Now I am pissed. Not only did they go out of their way to issue this command, but no where else in their application are they even trying to do a full backup of their database. It is as if they are completed fixated on the size of their log (hey now!) and care little about their ability to actually recover. The info in the 2005 BOL has some extra details as well, including this highlight complete with a caution icon:
“Caution: Although this option can be used to manually truncate the transaction log, we strongly recommends that you do not do this, as it breaks the log chain. Until the next full or full differential backup, the database is not protected from media failure. Use manual log truncation in only very special circumstances, and create backups of the data immediately.”
Which is followed by this note:
“Note: If you do not want to take log backups, set the database to the simple recovery model.”
And as if I didn’t have enough to shake my head over, I stumble across the most disgusting thing I think Egghead has ever spewed in my direction:
/* Shrink the log file as much as possible. */
EXEC (N’DBCC SHRINKFILE (‘ + @filename + ‘, TRUNCATEONLY)’)

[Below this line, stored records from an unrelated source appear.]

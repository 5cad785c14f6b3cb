"""Guards of the page by number, changes with their bars, sources with their links, and files that would lead astray."""

from __future__ import annotations

import re
from dataclasses import replace

import pytest

from briefkit.brief import export, prose
from briefkit.brief.build import build
from briefkit.brief.crew_page import crew_page
from briefkit.brief.export import mark_changes
from briefkit.brief.harden import LARGEST_PAGE, harden
from briefkit.brief.identity import Brief, Change, load_brief
from briefkit.brief.pages import CrewPage, Section, Source, render
from briefkit.brief.run import Words
from briefkit.brief.sources import link, sources
from briefkit.envelope import cues
from briefkit.errors import BuildError


@pytest.fixture(scope="module")
def briefs(examples) -> dict[str, Brief]:
    return {name: load_brief(examples / name) for name in ("vellmark-2t", "corrant-3f", "ysbrane-4h")}


@pytest.fixture(scope="module")
def pages(briefs) -> dict[str, CrewPage]:
    return {name: crew_page(brief, "0") for name, brief in briefs.items()}


def words_of(*parts: Section) -> str:
    cells = [" ".join(row) for part in parts if part.grid for row in part.grid.rows]
    said = [" ".join((part.heading, *part.before, *part.points, *part.after)) for part in parts]
    return " ".join(said + cells)


@pytest.mark.slow
@pytest.mark.parametrize("name", ["vellmark-2t", "corrant-3f", "ysbrane-4h"])
def test_guard_g24_recovery_is_the_manual_s_or_the_handbook_s_with_its_edition(briefs, pages, name):
    """FAA-H-8083-21B ch. 11: usually the collective first; neither aft nor forward cyclic."""
    start = words_of(pages[name].front[3])
    assert "FAA-H-8083-21B ch. 11" in start
    assert "Usually first: collective down" in start
    assert "Do not pull aft or push forward on the cyclic" in start
    assert "Both aft and forward cyclic raise the angle of attack" in words_of(*pages[name].recognition)
    brief = briefs[name]
    own = replace(brief.aircraft, recovery="Lower the lever.", recovery_source="flight manual 3-2 rev 4")
    theirs = words_of(crew_page(replace(brief, aircraft=own), "0").front[3])
    assert "Lower the lever. flight manual 3-2 rev 4" in theirs
    assert "Usually first" not in theirs  # lists are never merged


def test_guard_g25_two_blades_always_carry_the_low_g_caution(pages):
    assert "Two blades: low g" in words_of(*pages["vellmark-2t"].recognition)
    for name in ("corrant-3f", "ysbrane-4h"):
        assert "Two blades: low g" not in words_of(*pages[name].recognition)


def test_a_place_has_one_height_on_a_page_and_a_sentence_its_masses(pages):
    """Heights of the area's top are rounded up wherever they stand; a sheet without rows says for which masses."""
    for name, top, mass in (("corrant-3f", "3,183 m", "2,380 kg"), ("ysbrane-4h", "2,203 ft", "3,350 kg")):
        turn = words_of(pages[name].front[1])
        assert f"to {top}, " in turn
        assert f"Every mass up to {mass}, with all it carries." in turn
        assert f"Hover at {top}, " in words_of(*pages[name].recognition)
    assert "interpolate (manual 2-4 rev 4), and round down." in pages["vellmark-2t"].front[0].grid.beside[0]


def test_a_section_that_changed_in_this_revision_carries_a_bar(briefs, pages):
    identity = briefs["vellmark-2t"].identity
    changed = replace(
        identity, revision=2,
        changes=(Change(1, "x", sections=("3",)), Change(2, "y", sections=("2", "cautions", "The manual’s chart"))),
    )  # fmt: skip
    marked = mark_changes(pages["vellmark-2t"], changed)
    parts = (*marked.front, *marked.recognition, *marked.analysis, *marked.control)
    assert [part.heading[:9] for part in parts if part.changed] == ["2. For aw", "Cautions", "The manua"]
    html = harden(render(marked, ()))
    assert len(re.findall(r'class="part[^"]* changed"', html)) == 3
    wrong = replace(changed, changes=(Change(2, "y", sections=("7",)),))
    with pytest.raises(BuildError, match=r"brief\.toml: changes: no section '7' on the page; there is: 1\. VNE"):
        mark_changes(pages["vellmark-2t"], wrong)


def test_the_list_holds_what_this_brief_rests_on_and_nothing_else(briefs):
    """Each source once and numbered; no work area or aircraft of another brief."""
    for name, brief in briefs.items():
        listed = sources(brief)
        assert [source.number for source in listed] == list(range(1, len(listed) + 1))
        texts = [source.text for source in listed]
        assert len(texts) == len(set(texts))
        area = brief.operation.work_areas[brief.identity.work_area]
        assert {area.source, cues.HANDBOOK, brief.aircraft.vne.source, brief.aircraft.limits.climb_speed.source} <= {
            *texts
        }
        others = {one.source for one in brief.operation.work_areas.values()} - {area.source}
        assert not others & {*texts}, name


LISTED = (Source(1, "flight manual 2-4 rev 4", "VNE"), Source(2, "OM-B 2.3 rev 11", "masses"), Source(3, "a & b", "x"))


@pytest.mark.parametrize(
    ("written", "linked"),
    [
        ("<p>flight manual 2-4 rev 4</p>", '<p><a class="short" href="#source-1">flight manual 2-4 rev 4</a></p>'),
        ("<p>(manual 2-4 rev\u00a04)</p>", '<p>(<a class="short" href="#source-1">manual 2-4 rev\u00a04</a>)</p>'),
        ("<p>flight manual 2-4 rev 44, XOM-B 2.3 rev 11</p>", None),
        ('<p title="OM-B 2.3 rev 11">x</p>', None),
        ("<h1>OM-B 2.3 rev 11</h1>", None),
        ("<svg><text>OM-B 2.3 rev 11</text></svg>", None),
        ('<tr id="source-2"><td>OM-B 2.3 rev 11</td></tr>', None),
        ('<caption class="said">OM-B 2.3 rev 11</caption>', None),
        ("<td>OM-B 2.3 rev 11</td>", '<td><a class="short" href="#source-2">OM-B 2.3 rev 11</a></td>'),
        ("<p>a &amp; b</p>", None),  # two letters are no name of a document
    ],
)  # fmt: skip
def test_every_mention_of_a_source_leads_to_its_line(written, linked):
    assert link(written, LISTED) == (linked or written)


def test_a_picture_too_large_is_not_even_read(tmp_path):
    with (tmp_path / "a.png").open("wb") as file:
        file.truncate(prose.LARGEST_PICTURE + 1)
    with pytest.raises(BuildError, match=r"the picture 'a\.png' is larger than 1,000,000 bytes"):
        prose.set_words(Words("code cell 1", "![x](a.png)", {}), tmp_path)
    assert prose.LARGEST_PICTURE < LARGEST_PAGE


@pytest.mark.parametrize("file", ["brief.ipynb", "brief.toml"])
def test_a_link_does_not_lead_out_of_the_operator_folder(operator, brief, tmp_path, file, today):
    outside = tmp_path / "elsewhere"
    outside.mkdir()
    (brief / file).rename(outside / file)
    (brief / file).symlink_to(outside / file)
    (result,) = build([brief], tmp_path / "out", today)
    assert f"{file}: a link out of the operator folder" in result.error
    with pytest.raises(BuildError, match="a link out of the operator folder"):
        export.export(brief / "brief.ipynb", today)


def test_a_link_within_the_operator_folder_may_stand(operator, brief, tmp_path):
    (brief / "brief.ipynb").rename(operator / "shared.ipynb")
    (brief / "brief.ipynb").symlink_to(operator / "shared.ipynb")
    identity = load_brief(brief).identity
    export.stays_inside(identity)  # raises where a link leads out, as the test above
    assert identity.notebook.resolve() == (operator / "shared.ipynb").resolve()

WTF? Why the case of OCD about the transaction log? What did it ever do to you? It wasn’t enough to do the backup (even if you skipped your cleanup process), you now want to shrink it back down to the original create size? For someone that seemed so obsessed with keeping your system in good working order you have certainly taken steps to prevent that from happening.
Now, to be fair, it would be nice if you wanted to size it properly by using the shrinkfile command, I suppose. But that would require you to shrink it to a specified size, which is not what you are doing here. Oh, and the TRUNCATEONLY command has no meaning when executed against a log file. Nice try. But i like the way you think, you were at least being mindful of not wanting to auto-fragment your database.
I have placed a call to the local authorities and they expect to have Egghead captured (again) before nightfall. Somehow I suspect it will not be long before I find his work lurking elsewhere.
Classic. I bet they had a customer run out of space for the transaction log and that’s why they do the truncate and shrink.
Is the shrink database in there, too? They might as well fragment the database while they are at it.
i looked, but could not find the shrink database statement. they had done some good work, but they fumbled at the goal line on this one.
Reminds me of a company I worked at several years back. I set up some replication to keep a reporting server up to date, but every monday morning the subscription had errors indicating it needed a reinit.
After a couple of weeks of this I dug through the jobs with the DBA (read sysadmin who thought he knew SQL) watching.
I found a job scheduled for midnight on sunday:
sp_repldone
BACKUP LOG … with truncate only
DBCC ShrinkDatabase
Hmmm. I wonder if that could be the problem…
Oh, and this was SQL 2000 where log backups would continue without error after a log truncation. They were useless for restores though.
I think the statement TRUNCATE_ONLY should be replaced by WITHOUT_BACON.